What is needed - Among the entries below, how many lines hold "unit"? Only the number is wanted.

+--

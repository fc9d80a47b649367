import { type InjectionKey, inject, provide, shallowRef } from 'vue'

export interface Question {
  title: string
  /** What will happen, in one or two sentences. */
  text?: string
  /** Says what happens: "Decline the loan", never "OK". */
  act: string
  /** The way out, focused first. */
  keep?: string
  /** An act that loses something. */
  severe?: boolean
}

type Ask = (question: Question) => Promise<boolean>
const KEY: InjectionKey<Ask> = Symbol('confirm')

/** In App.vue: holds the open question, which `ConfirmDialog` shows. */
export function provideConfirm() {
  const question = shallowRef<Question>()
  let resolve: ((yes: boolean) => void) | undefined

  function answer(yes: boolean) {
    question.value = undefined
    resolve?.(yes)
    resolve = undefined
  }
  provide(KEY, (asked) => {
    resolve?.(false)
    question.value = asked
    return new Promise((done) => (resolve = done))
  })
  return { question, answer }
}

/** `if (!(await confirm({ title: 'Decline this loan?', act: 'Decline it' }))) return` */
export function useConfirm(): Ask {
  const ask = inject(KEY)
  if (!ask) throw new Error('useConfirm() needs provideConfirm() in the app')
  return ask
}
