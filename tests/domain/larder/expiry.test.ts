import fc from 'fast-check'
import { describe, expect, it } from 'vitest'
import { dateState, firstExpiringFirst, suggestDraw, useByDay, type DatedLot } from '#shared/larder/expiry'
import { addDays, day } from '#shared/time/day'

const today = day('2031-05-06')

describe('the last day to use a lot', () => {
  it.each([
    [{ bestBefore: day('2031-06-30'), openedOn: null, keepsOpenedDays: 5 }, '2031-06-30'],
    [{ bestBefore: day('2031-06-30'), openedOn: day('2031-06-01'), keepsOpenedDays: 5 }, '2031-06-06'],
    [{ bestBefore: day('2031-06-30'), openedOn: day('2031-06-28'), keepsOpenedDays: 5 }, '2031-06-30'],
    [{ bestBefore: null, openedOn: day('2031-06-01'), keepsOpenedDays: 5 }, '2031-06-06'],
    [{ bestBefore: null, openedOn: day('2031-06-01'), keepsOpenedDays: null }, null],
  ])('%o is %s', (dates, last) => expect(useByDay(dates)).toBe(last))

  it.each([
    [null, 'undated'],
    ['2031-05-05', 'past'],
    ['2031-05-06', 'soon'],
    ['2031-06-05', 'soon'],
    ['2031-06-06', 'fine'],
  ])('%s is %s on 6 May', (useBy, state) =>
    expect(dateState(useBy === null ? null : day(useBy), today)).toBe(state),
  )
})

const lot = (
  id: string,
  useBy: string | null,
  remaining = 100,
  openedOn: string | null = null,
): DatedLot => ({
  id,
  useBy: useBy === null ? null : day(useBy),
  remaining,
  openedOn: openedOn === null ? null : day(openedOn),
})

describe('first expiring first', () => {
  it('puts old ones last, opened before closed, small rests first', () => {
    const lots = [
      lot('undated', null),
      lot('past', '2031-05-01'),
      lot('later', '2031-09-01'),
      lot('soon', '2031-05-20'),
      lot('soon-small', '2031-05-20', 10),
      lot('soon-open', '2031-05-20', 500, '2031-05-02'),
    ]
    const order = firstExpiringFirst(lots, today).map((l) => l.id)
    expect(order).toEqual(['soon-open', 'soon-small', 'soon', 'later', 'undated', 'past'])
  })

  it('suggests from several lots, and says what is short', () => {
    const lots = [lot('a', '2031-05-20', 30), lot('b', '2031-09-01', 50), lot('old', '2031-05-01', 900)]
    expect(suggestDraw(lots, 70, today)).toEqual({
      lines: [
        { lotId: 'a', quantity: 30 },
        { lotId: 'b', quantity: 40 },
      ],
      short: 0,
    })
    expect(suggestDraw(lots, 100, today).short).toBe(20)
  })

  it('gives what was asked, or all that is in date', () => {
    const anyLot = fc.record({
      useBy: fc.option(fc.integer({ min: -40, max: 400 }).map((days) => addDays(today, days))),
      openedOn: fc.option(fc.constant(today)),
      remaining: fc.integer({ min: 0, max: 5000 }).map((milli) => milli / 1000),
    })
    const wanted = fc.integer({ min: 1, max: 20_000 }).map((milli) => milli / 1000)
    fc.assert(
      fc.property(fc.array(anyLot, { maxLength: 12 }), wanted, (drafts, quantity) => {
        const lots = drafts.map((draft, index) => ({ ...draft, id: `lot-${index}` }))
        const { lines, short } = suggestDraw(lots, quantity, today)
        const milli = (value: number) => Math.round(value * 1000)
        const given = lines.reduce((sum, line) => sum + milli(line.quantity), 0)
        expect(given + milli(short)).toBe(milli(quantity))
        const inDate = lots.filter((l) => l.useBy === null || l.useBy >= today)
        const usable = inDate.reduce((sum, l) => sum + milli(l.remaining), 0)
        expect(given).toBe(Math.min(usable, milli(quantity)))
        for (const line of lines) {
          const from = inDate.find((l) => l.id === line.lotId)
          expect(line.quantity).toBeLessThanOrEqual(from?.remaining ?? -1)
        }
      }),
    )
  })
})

+--

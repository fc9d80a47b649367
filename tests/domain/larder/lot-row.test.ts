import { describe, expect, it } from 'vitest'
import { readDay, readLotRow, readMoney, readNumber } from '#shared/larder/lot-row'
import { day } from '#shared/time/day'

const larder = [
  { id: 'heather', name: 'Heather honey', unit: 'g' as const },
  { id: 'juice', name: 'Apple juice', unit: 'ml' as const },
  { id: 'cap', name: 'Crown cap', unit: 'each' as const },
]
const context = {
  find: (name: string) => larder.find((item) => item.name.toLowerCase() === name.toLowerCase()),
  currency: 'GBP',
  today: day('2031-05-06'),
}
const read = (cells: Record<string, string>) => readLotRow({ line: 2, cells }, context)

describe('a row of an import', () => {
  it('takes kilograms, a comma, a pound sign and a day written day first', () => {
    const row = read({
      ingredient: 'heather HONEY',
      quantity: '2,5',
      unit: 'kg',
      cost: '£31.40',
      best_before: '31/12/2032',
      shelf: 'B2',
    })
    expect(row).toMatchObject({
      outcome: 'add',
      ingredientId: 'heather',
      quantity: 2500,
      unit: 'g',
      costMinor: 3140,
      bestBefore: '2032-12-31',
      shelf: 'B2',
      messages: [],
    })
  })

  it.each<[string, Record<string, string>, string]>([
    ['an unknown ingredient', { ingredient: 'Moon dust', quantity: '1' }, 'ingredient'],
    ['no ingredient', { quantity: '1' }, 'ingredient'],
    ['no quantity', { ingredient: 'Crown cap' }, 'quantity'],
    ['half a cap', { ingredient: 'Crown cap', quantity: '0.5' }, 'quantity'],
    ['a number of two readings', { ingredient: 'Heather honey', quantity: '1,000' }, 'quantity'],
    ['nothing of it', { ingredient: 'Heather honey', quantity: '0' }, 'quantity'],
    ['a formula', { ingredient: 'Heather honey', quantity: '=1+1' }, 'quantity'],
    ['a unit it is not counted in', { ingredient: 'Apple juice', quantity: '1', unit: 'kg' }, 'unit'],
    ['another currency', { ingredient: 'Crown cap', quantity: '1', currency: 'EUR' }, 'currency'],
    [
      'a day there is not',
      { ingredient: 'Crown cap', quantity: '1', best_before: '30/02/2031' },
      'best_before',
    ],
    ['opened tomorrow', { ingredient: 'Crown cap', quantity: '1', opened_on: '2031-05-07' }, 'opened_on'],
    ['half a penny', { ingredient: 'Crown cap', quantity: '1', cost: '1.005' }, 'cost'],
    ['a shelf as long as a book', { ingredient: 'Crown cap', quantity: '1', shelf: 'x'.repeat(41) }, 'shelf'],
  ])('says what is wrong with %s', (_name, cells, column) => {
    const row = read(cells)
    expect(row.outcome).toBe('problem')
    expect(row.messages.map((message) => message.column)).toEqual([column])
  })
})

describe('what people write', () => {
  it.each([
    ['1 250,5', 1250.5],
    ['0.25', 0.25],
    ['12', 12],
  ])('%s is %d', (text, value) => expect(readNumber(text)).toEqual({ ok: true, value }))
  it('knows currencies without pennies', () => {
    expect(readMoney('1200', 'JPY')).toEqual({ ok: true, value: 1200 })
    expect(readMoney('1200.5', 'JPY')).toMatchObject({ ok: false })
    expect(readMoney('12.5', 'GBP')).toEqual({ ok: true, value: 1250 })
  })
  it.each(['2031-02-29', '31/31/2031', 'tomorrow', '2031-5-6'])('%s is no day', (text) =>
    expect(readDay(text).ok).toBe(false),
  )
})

+--

Exercise result - 6